[Dataset items]
═══

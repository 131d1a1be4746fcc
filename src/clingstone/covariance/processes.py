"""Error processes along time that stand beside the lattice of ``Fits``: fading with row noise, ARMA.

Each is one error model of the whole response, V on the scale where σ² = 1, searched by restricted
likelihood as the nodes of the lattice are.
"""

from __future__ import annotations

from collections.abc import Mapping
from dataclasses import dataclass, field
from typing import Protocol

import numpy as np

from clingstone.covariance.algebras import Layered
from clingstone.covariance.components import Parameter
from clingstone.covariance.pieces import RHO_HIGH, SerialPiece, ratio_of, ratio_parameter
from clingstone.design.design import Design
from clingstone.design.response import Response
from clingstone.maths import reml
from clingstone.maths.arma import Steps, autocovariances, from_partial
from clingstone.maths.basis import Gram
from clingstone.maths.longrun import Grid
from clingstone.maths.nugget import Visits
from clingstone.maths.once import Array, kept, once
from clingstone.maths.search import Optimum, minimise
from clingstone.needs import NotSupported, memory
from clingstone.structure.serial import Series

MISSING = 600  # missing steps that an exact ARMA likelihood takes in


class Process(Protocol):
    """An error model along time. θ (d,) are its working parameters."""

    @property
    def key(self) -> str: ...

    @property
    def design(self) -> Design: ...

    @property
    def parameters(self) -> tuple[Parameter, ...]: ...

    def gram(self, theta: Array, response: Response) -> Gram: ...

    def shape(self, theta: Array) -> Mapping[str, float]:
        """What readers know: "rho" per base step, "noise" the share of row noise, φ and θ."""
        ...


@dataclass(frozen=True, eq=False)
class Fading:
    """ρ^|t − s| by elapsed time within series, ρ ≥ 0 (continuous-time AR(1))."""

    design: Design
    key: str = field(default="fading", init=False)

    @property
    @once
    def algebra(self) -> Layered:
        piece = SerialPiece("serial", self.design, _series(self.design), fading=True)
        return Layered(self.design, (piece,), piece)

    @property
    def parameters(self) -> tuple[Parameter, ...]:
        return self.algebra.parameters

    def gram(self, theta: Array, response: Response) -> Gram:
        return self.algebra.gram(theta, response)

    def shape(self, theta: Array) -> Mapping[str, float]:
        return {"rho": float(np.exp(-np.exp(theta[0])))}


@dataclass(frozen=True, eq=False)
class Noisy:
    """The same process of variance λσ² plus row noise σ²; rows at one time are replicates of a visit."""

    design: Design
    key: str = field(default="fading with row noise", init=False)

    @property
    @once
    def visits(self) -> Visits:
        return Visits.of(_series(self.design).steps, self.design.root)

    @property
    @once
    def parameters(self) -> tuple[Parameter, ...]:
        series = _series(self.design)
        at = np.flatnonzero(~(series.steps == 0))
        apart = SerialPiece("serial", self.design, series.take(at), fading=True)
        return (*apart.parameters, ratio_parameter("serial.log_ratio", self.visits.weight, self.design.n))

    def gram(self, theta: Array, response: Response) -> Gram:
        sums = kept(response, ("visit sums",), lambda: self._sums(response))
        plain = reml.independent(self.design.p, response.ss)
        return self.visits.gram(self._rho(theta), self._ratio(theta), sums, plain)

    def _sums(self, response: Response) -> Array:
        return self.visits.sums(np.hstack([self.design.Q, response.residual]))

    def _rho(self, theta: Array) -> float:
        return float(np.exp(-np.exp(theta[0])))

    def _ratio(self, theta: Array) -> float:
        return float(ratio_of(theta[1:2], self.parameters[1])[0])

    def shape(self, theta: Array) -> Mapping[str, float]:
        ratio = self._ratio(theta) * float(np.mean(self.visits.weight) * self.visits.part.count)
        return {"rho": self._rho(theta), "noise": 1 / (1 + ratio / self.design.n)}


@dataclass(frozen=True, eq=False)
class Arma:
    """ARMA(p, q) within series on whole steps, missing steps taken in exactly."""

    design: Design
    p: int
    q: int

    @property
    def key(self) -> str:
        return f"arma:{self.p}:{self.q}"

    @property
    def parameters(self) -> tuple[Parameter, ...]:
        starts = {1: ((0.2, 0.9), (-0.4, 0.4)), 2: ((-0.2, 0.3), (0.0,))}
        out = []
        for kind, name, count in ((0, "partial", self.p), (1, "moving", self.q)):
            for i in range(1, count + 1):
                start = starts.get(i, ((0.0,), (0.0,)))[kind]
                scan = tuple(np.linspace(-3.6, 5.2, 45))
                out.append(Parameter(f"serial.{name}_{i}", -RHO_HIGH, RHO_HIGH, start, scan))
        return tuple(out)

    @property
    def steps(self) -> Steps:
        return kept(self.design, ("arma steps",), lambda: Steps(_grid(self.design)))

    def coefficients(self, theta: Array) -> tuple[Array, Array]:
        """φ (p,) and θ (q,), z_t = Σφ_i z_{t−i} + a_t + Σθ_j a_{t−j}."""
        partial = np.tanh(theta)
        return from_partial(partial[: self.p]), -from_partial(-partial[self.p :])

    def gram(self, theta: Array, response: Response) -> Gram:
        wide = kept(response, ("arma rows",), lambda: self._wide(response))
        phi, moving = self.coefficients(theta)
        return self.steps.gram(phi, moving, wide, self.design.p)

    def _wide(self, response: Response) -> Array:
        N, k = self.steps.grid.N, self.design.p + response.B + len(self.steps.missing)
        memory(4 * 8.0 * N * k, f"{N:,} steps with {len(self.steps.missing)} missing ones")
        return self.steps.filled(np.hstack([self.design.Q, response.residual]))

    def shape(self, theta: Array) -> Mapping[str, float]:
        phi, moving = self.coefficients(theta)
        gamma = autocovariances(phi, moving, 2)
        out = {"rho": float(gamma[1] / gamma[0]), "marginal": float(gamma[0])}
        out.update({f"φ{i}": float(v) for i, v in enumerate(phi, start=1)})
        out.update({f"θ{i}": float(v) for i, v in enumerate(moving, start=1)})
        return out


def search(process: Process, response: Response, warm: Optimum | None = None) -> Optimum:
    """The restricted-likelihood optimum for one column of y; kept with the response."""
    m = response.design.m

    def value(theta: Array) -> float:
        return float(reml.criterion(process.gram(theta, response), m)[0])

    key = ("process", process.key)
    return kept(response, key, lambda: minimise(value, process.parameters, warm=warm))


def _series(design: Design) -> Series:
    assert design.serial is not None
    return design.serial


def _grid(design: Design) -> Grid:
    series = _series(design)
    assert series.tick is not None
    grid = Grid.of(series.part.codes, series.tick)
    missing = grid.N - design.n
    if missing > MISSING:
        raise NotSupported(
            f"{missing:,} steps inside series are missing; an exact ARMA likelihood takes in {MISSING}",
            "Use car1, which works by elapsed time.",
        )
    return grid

═══

▶ EXERCISE:
Your response should be each line that includes the word "lambda", copied from the records.

▶ ANSWER:
        sums = kept(response, ("visit sums",), lambda: self._sums(response))
        return kept(self.design, ("arma steps",), lambda: Steps(_grid(self.design)))
        wide = kept(response, ("arma rows",), lambda: self._wide(response))
    return kept(response, key, lambda: minimise(value, process.parameters, warm=warm))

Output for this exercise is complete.